From nation-builders to rent-seeking crony capitalists, there’s a huge swing in the view about business. Part of the fault of course lies with “rapacious” business, which seeks a more conducive atmosphere in an uncertain economic environment. For all that anguished letter-writing, India Inc is still “managing the show”. Some clear indications emerged in 2011, from how FDI in multi-brand retail was scuttled to airing that talk of allowing foreign airlines in soon after bank-led bailouts of Kingfisher.
All global economic indicators point to a troubled year ahead for the Indian economy—memories of the tough years after 2008 are still fresh. Growth will slow down, it seems. But many experts do agree that we seem to be talking ourselves into an overly pessimistic view. Any businessman will tell you that it’s better to be prepared for the worst. That would be a more measured context for 2012. Expectations from India are high, so any failing gets accentuated. But, given the poor state of major global economic powerhouses, this is by far a better place to be—and everyone knows that even if they don’t believe it right now.

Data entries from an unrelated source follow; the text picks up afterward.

def _per_taxon_field(col: str, cat) -> dict:
    """The Table Schema field of one column of the per-taxon table."""
    key, _, suffix = col.rpartition("_") if col not in cat else (col, "", "")
    if col in cat:
        q = cat[col]
        return {
            "name": col,
            "type": "number",
            "unit": q.unit,
            "title": q.label,
            "description": f"{q.description} Value in {q.unit}.",
        }
    if key in cat and suffix in _SUFFIX_FIELDS:
        kind, text, with_unit = _SUFFIX_FIELDS[suffix]
        unit = cat[key].unit
        f = {"name": col, "type": kind, "description": text.format(key=key, unit=unit)}
        if with_unit and unit:
            f["unit"] = unit
        return f
    if col.endswith("_temp_c") and col[: -len("_temp_c")] in cat:
        return {
            "name": col,
            "type": "number",
            "unit": "degC",
            "description": f"Temperature the value of {col[: -len('_temp_c')]} refers to "
            "(the target where normalised, else as measured).",
        }
    if col == "temperature_c":
        return {
            "name": col,
            "type": "number",
            "unit": "degC",
            "description": "Temperature the temperature-sensitive values refer to.",
        }
    return {"name": col, "type": "string"}


def to_datapackage(ds: Dataset, out_dir: str | Path, *, temperature: bool = True) -> ExportResult:
    """Write a Frictionless Data Package: observations, sources, taxa (if any) and the
    per-taxon table, each a CSV resource with a Table Schema."""
    out = Path(out_dir)
    tmp = _staging(out)
    try:
        obs = _observations_for_export(ds)
        (tmp / "observations.csv").write_text(to_csv(obs), encoding="utf-8")
        obs_text = "One reported value per row, as typed, with comparo's canonical conversion."
        obs_schema = {"fields": _obs_fields(obs), "primaryKey": ["obs_id"]}
        resources = [_csv_resource("observations", obs_schema, obs_text)]
        src = ds.sources.copy()
        (tmp / "sources.csv").write_text(to_csv(src), encoding="utf-8")
        sspec = read_schema("tables.toml")["sources"]["columns"]
        src_fields = [
            {"name": c, "type": "string", "description": sspec.get(c, {}).get("description", "")}
            for c in src.columns
        ]
        resources.append(
            _csv_resource("sources", {"fields": src_fields, "primaryKey": ["source_id"]})
        )
        if ds.taxa is not None:
            (tmp / "taxa.csv").write_text(to_csv(ds.taxa), encoding="utf-8")
            taxa_fields = [{"name": c, "type": "string"} for c in ds.taxa.columns]
            resources.append(_csv_resource("taxa", {"fields": taxa_fields}))
        tab = per_taxon(ds, temperature=temperature)
        (tmp / "per_taxon.csv").write_text(to_csv(tab), encoding="utf-8")
        fields = [_per_taxon_field(col, ds.catalog) for col in tab.columns]
        tab_text = "One row per accepted taxon, harmonised (comparo per-taxon table)."
        tab_schema = {"fields": fields, "primaryKey": ["taxon"]}
        resources.append(_csv_resource("per_taxon", tab_schema, tab_text))
        if ds.traces is not None:
            resources.append(_cycles_resource(ds, tmp, temperature))
        title = str(ds.settings.get("title") or ds.folder.name)
        package = {
            "profile": "tabular-data-package",
            "name": _slug(ds.settings.get("title") or ds.folder.name),
            "title": title,
            "description": "Compilation exported by comparo. Values keep their source "
            "(sources resource) and locator.",
            "resources": resources,
        }
        (tmp / "datapackage.json").write_text(
            json.dumps(package, indent=2, ensure_ascii=False) + "\n", encoding="utf-8"
        )
        files = _commit(tmp, out, [ds.folder])
    finally:
        shutil.rmtree(tmp, ignore_errors=True)
    return ExportResult("datapackage", str(out), files)


def _cycles_resource(ds: Dataset, tmp: Path, temperature: bool) -> dict:
    """``cycles.csv``: one row per trace reduced by comparo cycles (SI units, KEY_sd = SD over
    cycles)."""
    from comparo.traces.files import SI_UNITS, cycles

    frame = cycles(ds, temperature=temperature).to_frame()
    (tmp / "cycles.csv").write_text(to_csv(frame), encoding="utf-8")
    fields = []
    for col in frame.columns:
        base = col[:-3] if col.endswith("_sd") else col
        f: dict = {
            "name": col,
            "type": "number" if pd.api.types.is_numeric_dtype(frame[col]) else "string",
        }
        if base in SI_UNITS:
            f["unit"] = SI_UNITS[base]
        fields.append(f)
    return {
        "name": "cycles",
        "path": "cycles.csv",
        "profile": "tabular-data-resource",
        "format": "csv",
        "mediatype": "text/csv",
        "encoding": "utf-8",
        "description": "One row per oscillation trace of traces.csv reduced to whole cycles "
        "(comparo cycles): means over cycles in SI units, KEY_sd the SD over cycles.",
        "schema": {"fields": fields, "primaryKey": ["trace_id"]},
    }
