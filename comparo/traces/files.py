"""Traces: ``traces.csv`` and the trace files it names, validated and reduced to cycles.

A dataset folder may hold ``traces.csv`` (one row per trace: file, columns and
units of time, x and y, taxon, source, locator, kind) and the CSV files it names
inside the folder. :func:`read_traces` validates both (every problem in one pass,
at file, row and column) and reduces each good trace with
:mod:`comparo.traces.oscillation`; it takes a dataset and returns a :class:`TraceSet`,
cached nowhere. What needs a taxon's other values and the rows that join the harmonised
table are in :mod:`comparo.traces.rows`.

Units: every number of a :class:`TraceResult` is SI (s, Hz, dimensionless strain,
J, W, Pa = J/m³, kg, W/kg).
"""

from __future__ import annotations

import math
import os
from dataclasses import dataclass, field, replace
from pathlib import Path
from typing import Any

import numpy as np

from comparo.base.errors import Problem
from comparo.base.results import Result
from comparo.validation.numbers import WORKING_RANGE

TRACES_FILE = "traces.csv"
WORKING = WORKING_RANGE  # magnitudes comparo computes with
MAX_LISTED = 20  # problems listed per column of one trace file before a count
# Size of one trace file, checked before it is read: every cell is read as text first (about
# 19 times the file's size in memory: 60 MB, 1.75 million samples of three columns, took
# 1.1 GB and 4 min on 2 loaded cores), so 32 MB (about a million samples) needs about 0.6 GB;
# a 10-million-sample trace (230 MB) once needed 3.3 GB and failed under a smaller limit.
MAX_TRACE_BYTES = 32 * 2**20
# quantity keys a trace contributes to the table, per kind. The cycle frequency is not one: it is
# a condition the experimenter imposed (or the preparation ran at), not a trait of the taxon, and
# two traces of one taxon would "conflict" in it at the precision of a fit.
TABLE_KEYS = {
    "strain_cycle": ("loop_area", "volume_strain_amplitude", "isochoric_departure", "work_density"),
    "work_loop": ("net_work", "power", "mass_specific_power"),
}
KEY_INPUTS = {
    "work_density": "odd_modulus",
    "mass_specific_power": "muscle_mass",
}  # the taxon value each rests on
SI_UNITS = {
    "frequency": "Hz",
    "loop_area": "1",
    "volume_strain_amplitude": "1",
    "isochoric_departure": "1",
    "net_work": "J",
    "power": "W",
    "work_density": "J/m**3",
    "odd_modulus": "Pa",
    "odd_modulus_implied": "Pa",
    "mass_specific_power": "W/kg",
    "muscle_mass": "kg",
    "cycle_bounds": "s",
}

In this fight between urban forces, it’s not surprising that the politicians will focus on the “real India”—the UPA’s Right to Food is the big bang electoral move of the year. But elections are always around the corner. A lot more serious work needs to be done in 2012, most of all tackling inflation. This drift comes when India is seeking to spread its influence in an uncertain neighbourhood, in tenuous times. Overall, the absence of a firm hand at the helm is the story of 2011.
Some will say our best fiddled away their time when India had to be taken to new heights. Others will say it’s far more important that a society engages with the pressing issues of our time, asks questions and protests. The final verdict on 2011, actually, is that even the World Cup cricket win has quietly faded away. The New Year begins with diffidence.